Provide again, from the entries below, every line from the one containing "boolean[] lesioned = correct(s, in);" through the one containing "settings.resamples(), settings.seed() +", exactly as written, and no other line.

** Opening Data in this exercise block **

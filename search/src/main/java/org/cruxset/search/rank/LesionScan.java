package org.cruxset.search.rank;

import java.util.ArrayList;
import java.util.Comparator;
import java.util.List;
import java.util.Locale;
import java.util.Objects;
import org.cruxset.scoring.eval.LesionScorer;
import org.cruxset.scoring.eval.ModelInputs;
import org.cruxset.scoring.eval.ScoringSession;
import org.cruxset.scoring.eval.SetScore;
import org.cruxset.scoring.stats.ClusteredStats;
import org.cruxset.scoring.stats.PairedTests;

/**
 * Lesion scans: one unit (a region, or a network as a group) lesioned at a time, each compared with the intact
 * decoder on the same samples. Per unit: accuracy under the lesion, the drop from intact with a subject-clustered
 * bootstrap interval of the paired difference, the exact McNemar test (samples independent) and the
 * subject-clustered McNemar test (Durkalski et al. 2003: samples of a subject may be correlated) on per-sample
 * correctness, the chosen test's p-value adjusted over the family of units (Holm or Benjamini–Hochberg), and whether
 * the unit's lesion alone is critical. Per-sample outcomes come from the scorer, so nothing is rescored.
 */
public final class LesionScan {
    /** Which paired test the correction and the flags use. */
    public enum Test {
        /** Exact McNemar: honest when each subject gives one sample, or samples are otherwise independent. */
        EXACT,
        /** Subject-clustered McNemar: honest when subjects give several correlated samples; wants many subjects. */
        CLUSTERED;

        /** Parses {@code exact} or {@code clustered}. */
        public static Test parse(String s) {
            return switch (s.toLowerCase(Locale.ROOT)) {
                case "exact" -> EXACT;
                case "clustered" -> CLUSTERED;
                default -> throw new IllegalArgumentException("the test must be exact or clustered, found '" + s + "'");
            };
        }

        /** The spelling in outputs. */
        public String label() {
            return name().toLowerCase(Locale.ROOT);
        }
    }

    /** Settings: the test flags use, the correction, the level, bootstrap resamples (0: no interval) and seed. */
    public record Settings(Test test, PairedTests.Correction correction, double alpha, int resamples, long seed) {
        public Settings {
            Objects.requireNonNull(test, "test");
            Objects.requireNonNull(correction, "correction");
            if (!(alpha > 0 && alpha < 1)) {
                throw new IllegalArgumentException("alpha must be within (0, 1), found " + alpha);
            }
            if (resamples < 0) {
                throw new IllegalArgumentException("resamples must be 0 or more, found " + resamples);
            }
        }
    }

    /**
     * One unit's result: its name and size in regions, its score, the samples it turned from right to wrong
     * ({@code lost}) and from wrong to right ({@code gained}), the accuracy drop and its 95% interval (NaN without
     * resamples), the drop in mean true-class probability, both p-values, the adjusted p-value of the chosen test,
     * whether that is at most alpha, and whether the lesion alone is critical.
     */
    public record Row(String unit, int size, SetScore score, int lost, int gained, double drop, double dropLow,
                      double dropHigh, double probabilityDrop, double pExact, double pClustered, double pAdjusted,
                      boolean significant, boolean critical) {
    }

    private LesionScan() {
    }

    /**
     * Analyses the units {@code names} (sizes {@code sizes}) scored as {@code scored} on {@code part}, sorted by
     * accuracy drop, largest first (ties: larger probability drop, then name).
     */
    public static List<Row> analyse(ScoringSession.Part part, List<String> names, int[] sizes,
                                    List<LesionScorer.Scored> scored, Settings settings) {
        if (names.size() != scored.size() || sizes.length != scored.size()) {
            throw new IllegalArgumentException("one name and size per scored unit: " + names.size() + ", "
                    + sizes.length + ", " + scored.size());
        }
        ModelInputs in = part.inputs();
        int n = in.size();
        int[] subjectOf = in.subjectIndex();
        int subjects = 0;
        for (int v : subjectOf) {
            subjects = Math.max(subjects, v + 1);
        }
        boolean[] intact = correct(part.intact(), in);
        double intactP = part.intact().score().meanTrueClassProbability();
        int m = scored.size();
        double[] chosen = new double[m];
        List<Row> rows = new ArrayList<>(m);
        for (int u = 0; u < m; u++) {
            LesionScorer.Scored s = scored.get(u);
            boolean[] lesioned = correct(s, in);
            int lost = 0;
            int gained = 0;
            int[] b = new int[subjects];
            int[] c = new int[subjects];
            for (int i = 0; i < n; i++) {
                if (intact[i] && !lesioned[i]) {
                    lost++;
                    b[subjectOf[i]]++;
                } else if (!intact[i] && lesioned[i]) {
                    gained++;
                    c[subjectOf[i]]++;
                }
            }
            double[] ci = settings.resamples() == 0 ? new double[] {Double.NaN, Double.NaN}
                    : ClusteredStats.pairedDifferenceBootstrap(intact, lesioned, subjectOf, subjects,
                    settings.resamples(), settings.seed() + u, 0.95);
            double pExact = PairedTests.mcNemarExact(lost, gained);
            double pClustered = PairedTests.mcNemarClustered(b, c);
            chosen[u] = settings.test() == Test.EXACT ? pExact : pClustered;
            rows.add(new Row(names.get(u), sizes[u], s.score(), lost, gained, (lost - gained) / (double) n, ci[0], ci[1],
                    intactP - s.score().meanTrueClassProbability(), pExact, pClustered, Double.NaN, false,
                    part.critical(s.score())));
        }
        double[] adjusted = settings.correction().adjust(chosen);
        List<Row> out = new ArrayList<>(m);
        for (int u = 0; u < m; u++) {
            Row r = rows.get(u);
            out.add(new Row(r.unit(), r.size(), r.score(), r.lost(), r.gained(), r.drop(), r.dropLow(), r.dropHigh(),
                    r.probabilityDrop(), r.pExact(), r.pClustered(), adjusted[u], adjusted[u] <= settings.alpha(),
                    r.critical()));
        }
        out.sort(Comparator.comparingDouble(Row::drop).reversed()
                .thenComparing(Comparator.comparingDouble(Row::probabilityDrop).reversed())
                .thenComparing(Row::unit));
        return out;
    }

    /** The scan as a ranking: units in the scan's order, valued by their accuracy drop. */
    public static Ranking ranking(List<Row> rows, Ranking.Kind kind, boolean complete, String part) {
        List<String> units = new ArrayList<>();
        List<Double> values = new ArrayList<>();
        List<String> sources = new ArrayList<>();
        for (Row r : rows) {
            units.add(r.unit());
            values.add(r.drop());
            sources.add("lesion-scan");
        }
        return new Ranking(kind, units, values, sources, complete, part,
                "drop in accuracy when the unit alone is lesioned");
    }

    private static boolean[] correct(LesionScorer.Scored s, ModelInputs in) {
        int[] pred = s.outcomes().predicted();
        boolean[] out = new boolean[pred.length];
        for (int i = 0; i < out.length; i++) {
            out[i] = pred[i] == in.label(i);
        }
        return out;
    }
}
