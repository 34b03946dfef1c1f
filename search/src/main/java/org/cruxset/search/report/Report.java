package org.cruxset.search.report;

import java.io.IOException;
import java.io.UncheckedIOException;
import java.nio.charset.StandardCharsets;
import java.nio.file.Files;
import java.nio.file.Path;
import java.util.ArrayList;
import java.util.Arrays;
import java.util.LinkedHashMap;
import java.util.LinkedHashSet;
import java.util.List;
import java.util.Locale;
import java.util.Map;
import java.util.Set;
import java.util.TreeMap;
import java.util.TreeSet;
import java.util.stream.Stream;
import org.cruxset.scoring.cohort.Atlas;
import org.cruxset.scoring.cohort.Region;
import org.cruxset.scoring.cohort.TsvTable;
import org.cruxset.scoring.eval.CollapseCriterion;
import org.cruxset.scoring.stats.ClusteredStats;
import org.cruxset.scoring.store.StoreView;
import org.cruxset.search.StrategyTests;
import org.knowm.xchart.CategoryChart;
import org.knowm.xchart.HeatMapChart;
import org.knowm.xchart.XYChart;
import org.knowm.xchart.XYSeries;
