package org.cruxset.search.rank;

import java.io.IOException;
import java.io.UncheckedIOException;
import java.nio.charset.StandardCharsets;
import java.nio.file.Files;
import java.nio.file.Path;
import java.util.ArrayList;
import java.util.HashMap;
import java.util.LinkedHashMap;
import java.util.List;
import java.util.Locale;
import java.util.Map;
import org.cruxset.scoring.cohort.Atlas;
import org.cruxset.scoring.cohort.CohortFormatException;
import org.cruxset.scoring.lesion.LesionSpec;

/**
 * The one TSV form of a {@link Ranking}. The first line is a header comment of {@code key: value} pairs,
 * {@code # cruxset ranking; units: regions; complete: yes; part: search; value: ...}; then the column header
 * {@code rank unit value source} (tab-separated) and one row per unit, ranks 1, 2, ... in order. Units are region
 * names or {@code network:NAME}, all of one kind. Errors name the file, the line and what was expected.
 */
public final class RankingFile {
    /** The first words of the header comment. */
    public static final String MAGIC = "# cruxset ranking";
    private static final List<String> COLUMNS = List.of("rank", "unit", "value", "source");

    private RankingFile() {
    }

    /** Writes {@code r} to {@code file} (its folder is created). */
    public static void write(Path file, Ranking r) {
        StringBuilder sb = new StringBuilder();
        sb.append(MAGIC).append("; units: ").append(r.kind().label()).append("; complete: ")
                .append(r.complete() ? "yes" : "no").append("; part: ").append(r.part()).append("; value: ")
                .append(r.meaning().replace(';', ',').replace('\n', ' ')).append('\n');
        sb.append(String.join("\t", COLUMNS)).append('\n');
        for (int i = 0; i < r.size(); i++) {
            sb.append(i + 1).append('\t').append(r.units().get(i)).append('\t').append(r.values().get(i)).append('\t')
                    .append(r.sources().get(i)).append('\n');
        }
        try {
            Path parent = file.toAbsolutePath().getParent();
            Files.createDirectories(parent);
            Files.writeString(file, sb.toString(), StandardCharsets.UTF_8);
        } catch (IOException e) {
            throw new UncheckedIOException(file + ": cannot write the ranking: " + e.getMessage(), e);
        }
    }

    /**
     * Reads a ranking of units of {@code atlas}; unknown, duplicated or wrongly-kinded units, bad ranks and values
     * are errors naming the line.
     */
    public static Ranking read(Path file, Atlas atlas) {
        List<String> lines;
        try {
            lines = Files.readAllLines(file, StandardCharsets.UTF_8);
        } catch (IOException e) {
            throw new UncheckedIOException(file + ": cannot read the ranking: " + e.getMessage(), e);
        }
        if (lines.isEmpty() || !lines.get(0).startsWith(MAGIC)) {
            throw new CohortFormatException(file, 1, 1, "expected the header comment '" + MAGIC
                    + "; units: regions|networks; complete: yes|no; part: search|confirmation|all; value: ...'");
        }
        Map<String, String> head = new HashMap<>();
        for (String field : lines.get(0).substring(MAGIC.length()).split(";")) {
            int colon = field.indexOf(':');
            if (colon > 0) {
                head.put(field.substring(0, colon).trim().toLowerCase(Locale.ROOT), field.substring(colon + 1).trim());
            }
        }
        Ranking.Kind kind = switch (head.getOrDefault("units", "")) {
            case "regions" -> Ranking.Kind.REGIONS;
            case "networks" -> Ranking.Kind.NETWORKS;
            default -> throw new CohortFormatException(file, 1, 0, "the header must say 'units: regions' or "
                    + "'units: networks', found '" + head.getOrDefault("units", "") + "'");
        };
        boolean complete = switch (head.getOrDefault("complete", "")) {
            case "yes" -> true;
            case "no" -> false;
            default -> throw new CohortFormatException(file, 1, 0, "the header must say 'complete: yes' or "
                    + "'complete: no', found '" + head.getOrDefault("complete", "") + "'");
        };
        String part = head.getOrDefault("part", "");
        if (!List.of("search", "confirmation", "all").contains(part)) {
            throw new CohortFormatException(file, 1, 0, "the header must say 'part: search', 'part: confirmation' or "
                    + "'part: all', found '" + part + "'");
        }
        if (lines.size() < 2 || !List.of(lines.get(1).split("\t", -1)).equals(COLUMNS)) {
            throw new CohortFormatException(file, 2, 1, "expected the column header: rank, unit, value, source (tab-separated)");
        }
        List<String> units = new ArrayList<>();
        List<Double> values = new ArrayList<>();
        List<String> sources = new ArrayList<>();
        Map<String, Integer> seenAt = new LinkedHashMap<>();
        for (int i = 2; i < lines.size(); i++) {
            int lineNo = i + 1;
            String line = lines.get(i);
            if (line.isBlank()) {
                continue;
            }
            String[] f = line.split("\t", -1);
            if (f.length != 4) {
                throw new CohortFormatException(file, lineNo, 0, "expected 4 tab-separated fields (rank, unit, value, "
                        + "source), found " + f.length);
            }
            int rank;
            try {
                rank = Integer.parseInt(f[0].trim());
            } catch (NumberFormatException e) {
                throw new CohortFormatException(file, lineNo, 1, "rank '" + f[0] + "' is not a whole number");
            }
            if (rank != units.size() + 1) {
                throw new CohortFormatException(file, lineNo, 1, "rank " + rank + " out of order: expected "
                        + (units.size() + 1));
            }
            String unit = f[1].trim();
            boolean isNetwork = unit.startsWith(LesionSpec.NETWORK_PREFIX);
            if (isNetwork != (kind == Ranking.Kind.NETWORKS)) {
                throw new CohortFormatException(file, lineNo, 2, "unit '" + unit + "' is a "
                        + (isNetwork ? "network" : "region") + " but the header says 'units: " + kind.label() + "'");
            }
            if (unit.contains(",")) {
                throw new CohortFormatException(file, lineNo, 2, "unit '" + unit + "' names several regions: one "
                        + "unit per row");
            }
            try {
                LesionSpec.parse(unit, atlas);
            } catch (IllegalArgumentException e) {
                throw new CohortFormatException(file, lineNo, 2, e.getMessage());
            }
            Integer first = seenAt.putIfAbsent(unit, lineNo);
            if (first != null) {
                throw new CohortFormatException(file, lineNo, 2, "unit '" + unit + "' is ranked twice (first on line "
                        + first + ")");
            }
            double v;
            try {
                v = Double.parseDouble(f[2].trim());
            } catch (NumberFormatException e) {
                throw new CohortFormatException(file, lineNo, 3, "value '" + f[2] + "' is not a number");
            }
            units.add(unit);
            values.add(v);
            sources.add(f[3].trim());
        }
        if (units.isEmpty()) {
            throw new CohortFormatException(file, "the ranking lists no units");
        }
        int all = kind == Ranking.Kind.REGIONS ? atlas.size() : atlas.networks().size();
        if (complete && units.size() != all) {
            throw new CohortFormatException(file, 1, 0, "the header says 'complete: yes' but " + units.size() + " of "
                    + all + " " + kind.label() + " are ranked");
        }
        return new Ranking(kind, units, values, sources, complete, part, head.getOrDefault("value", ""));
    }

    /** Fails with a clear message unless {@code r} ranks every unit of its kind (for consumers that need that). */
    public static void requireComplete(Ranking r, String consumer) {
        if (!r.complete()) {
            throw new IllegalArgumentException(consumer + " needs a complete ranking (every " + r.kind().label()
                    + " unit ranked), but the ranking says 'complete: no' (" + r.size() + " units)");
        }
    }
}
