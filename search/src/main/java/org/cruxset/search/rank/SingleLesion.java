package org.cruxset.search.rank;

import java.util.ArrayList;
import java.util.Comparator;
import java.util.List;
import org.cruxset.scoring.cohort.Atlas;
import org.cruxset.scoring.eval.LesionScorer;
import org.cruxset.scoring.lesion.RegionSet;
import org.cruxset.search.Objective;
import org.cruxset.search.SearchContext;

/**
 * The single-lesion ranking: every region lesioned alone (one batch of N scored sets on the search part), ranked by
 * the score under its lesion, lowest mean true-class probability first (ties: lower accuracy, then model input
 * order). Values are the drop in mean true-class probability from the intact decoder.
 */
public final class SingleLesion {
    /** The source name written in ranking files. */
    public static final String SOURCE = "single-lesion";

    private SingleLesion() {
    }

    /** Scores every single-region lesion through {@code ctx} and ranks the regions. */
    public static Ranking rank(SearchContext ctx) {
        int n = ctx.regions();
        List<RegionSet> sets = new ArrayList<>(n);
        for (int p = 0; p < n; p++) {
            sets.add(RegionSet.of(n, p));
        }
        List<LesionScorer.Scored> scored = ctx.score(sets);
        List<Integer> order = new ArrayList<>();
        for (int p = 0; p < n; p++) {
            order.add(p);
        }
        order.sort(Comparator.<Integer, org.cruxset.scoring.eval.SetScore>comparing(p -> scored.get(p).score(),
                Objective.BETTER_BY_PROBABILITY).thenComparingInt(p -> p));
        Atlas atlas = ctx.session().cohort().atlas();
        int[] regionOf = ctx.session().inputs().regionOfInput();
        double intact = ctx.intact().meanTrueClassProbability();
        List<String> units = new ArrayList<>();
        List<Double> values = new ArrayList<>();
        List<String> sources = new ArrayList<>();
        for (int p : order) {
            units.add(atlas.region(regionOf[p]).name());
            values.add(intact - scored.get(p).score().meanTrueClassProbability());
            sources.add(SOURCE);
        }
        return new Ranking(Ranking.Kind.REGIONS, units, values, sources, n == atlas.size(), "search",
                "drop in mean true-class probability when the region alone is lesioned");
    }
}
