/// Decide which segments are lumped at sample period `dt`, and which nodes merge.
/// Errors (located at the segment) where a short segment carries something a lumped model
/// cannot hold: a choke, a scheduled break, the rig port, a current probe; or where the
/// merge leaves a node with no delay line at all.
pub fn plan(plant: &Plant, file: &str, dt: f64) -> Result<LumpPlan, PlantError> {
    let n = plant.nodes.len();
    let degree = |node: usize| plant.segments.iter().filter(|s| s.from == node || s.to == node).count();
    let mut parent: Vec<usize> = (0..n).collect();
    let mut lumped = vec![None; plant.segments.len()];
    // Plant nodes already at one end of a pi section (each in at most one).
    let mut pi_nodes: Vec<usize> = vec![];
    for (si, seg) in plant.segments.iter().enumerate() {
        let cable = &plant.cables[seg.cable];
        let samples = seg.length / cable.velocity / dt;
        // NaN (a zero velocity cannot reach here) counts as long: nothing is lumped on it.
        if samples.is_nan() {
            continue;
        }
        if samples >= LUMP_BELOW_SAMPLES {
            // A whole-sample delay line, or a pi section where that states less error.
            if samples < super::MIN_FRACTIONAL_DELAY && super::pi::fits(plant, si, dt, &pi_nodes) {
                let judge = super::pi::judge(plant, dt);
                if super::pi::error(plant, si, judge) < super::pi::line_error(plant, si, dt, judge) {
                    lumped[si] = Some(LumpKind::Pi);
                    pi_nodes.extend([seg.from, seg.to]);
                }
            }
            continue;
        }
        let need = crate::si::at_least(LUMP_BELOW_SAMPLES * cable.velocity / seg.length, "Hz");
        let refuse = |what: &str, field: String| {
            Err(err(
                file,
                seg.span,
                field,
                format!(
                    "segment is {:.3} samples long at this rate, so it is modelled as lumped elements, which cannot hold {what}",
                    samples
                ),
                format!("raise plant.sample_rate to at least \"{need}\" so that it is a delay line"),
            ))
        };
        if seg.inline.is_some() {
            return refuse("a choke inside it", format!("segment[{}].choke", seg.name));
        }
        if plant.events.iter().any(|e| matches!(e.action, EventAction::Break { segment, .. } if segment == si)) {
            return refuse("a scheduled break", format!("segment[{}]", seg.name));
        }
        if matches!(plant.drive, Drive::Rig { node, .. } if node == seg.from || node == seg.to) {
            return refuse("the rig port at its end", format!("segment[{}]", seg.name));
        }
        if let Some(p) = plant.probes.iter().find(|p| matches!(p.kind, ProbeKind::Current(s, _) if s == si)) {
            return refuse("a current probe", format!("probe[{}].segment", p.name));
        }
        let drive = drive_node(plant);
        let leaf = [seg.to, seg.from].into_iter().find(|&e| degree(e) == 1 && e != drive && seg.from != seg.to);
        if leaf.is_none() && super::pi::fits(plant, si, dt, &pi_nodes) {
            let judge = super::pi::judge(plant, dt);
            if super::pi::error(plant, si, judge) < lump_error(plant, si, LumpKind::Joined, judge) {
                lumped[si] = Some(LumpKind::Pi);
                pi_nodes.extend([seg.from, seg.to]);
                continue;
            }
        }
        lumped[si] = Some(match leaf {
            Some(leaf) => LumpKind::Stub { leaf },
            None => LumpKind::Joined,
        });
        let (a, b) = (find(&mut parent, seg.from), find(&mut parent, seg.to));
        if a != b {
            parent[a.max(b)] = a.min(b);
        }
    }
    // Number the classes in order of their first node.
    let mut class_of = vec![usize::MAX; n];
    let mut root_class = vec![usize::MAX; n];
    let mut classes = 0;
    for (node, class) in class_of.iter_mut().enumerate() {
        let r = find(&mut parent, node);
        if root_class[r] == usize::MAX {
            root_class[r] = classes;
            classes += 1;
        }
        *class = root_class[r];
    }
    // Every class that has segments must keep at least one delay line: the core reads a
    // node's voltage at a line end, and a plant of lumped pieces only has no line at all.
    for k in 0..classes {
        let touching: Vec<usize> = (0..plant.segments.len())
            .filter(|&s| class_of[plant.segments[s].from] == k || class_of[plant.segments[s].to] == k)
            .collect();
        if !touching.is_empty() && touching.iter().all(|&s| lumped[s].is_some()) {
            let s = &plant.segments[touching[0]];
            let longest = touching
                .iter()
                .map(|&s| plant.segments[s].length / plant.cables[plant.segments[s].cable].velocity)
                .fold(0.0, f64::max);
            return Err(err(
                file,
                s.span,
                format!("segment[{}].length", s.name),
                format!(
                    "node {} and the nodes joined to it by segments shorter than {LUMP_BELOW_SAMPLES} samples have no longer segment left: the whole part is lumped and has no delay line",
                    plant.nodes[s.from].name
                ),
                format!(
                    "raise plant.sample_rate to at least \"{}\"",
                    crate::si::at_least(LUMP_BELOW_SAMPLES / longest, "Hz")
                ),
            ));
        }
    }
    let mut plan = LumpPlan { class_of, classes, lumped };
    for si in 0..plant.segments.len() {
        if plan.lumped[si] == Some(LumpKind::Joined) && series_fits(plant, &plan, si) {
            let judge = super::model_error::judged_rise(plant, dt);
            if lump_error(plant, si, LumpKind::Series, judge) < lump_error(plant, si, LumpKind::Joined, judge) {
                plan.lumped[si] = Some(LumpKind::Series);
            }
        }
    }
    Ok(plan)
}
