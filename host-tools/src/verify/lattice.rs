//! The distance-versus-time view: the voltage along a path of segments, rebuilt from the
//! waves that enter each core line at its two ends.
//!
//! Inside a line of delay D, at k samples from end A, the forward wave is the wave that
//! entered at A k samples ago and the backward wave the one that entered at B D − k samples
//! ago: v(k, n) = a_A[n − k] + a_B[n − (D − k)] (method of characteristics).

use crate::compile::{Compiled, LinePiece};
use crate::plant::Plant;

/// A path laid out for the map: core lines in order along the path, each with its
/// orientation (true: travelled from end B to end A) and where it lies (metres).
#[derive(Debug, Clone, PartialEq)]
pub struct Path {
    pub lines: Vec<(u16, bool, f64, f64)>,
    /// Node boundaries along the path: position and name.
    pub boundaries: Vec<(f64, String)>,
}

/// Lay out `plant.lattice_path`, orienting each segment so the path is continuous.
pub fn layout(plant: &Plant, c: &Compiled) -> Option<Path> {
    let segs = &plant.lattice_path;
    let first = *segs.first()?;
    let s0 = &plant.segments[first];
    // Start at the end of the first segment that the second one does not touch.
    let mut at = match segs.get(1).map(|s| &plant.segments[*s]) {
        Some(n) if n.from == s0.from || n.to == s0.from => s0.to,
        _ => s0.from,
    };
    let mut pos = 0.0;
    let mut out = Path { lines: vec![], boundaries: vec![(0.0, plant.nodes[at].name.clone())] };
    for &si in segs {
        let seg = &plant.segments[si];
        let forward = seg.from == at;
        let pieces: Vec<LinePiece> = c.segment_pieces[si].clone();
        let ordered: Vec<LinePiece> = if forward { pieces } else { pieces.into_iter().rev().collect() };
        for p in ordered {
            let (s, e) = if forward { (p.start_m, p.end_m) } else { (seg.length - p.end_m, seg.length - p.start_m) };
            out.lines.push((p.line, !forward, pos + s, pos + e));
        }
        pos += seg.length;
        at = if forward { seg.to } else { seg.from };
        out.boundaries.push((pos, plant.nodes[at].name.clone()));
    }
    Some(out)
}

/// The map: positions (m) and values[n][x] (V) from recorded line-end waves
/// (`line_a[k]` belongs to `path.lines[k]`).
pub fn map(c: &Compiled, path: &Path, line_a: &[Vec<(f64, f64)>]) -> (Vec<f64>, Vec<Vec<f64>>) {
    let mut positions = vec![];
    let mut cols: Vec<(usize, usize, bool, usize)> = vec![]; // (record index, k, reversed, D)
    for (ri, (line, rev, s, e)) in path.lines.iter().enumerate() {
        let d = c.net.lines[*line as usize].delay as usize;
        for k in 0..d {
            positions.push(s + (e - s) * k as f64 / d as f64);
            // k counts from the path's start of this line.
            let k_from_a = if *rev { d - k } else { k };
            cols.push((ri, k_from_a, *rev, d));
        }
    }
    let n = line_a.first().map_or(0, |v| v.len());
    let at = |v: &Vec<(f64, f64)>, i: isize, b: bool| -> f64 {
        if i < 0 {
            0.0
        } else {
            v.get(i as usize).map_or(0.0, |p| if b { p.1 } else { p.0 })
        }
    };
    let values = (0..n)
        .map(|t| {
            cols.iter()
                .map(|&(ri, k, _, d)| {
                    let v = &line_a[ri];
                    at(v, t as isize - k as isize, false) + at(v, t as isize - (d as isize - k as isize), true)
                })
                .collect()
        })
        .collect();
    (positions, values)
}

** Closing Data in this exercise block **

**Solved problem**
            boolean[] lesioned = correct(s, in);
            int lost = 0;
            int gained = 0;
            int[] b = new int[subjects];
            int[] c = new int[subjects];
            for (int i = 0; i < n; i++) {
                if (intact[i] && !lesioned[i]) {
                    lost++;
                    b[subjectOf[i]]++;
                } else if (!intact[i] && lesioned[i]) {
                    gained++;
                    c[subjectOf[i]]++;
                }
            }
            double[] ci = settings.resamples() == 0 ? new double[] {Double.NaN, Double.NaN}
                    : ClusteredStats.pairedDifferenceBootstrap(intact, lesioned, subjectOf, subjects,
                    settings.resamples(), settings.seed() + u, 0.95);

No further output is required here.